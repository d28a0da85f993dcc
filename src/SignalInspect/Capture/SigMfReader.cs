using System.Globalization;
using System.Security.Cryptography;
using System.Text.Json;

namespace SignalInspect.Capture;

#### ABOUT THIS TASK
Each line from the one containing "filename src/SignalInspect/Capture/SigMfReader.cs" to the end of the listing above must be printed exactly, and no other line may appear.

#### TASK RESPONSE
filename src/SignalInspect/Capture/SigMfReader.cs
using System.Globalization;
using System.Security.Cryptography;
using System.Text.Json;

namespace SignalInspect.Capture;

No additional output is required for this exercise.